■ **The data**
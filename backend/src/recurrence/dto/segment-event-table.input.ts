import { Type } from 'class-transformer';
import { ArrayMaxSize, ArrayMinSize, IsArray, IsBoolean, IsNumber, IsOptional, IsUUID, Max, Min, ValidateNested } from 'class-validator';
import { GRADE_COUNT } from '../../chronology/recurrence';

const FINITE = { allowNaN: false, allowInfinity: false };

/** Which of a segment's events count (chronology/recurrence/event-counting.ts); every field optional. */
export class CountingRuleInput {
  @IsOptional()
  @IsNumber(FINITE)
  @Min(0, { message: 'minimumSpanShare must be a share between 0 and 1' })
  @Max(1, { message: 'minimumSpanShare must be a share between 0 and 1' })
  minimumSpanShare?: number | null;

  @IsOptional()
  @IsBoolean()
  includeUntied?: boolean | null;

  @IsOptional()
  @IsArray()
  @ArrayMinSize(GRADE_COUNT, { message: `qualityWeights needs ${GRADE_COUNT} weights, for qualities 1 to 4` })
  @ArrayMaxSize(GRADE_COUNT, { message: `qualityWeights needs ${GRADE_COUNT} weights, for qualities 1 to 4` })
  @IsNumber(FINITE, { each: true })
  @Min(0, { each: true, message: 'every quality weight must be a probability between 0 and 1' })
  @Max(1, { each: true, message: 'every quality weight must be a probability between 0 and 1' })
  qualityWeights?: number[] | null;

  @IsOptional()
  @IsArray()
  @ArrayMinSize(GRADE_COUNT, { message: `confidenceWeights needs ${GRADE_COUNT} weights, for confidences 1 to 4` })
  @ArrayMaxSize(GRADE_COUNT, { message: `confidenceWeights needs ${GRADE_COUNT} weights, for confidences 1 to 4` })
  @IsNumber(FINITE, { each: true })
  @Min(0, { each: true, message: 'every confidence weight must be a probability between 0 and 1' })
  @Max(1, { each: true, message: 'every confidence weight must be a probability between 0 and 1' })
  confidenceWeights?: number[] | null;
}

export class SegmentEventTableInput {
  @IsUUID()
  segmentId: string;

  /** Default: the project's preferred hypothesis. */
  @IsOptional()
  @IsUUID()
  hypothesisId?: string | null;

  @IsOptional()
  @ValidateNested()
  @Type(() => CountingRuleInput)
  countingRule?: CountingRuleInput | null;
}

■ **Description of the task**
Set down verbatim only the lines between the start of the data above and the line with "false, allowInfinity: false", both boundaries included.

■ **Answer for the task**
filename backend/src/recurrence/dto/segment-event-table.input.ts
import { Type } from 'class-transformer';
import { ArrayMaxSize, ArrayMinSize, IsArray, IsBoolean, IsNumber, IsOptional, IsUUID, Max, Min, ValidateNested } from 'class-validator';
import { GRADE_COUNT } from '../../chronology/recurrence';

const FINITE = { allowNaN: false, allowInfinity: false };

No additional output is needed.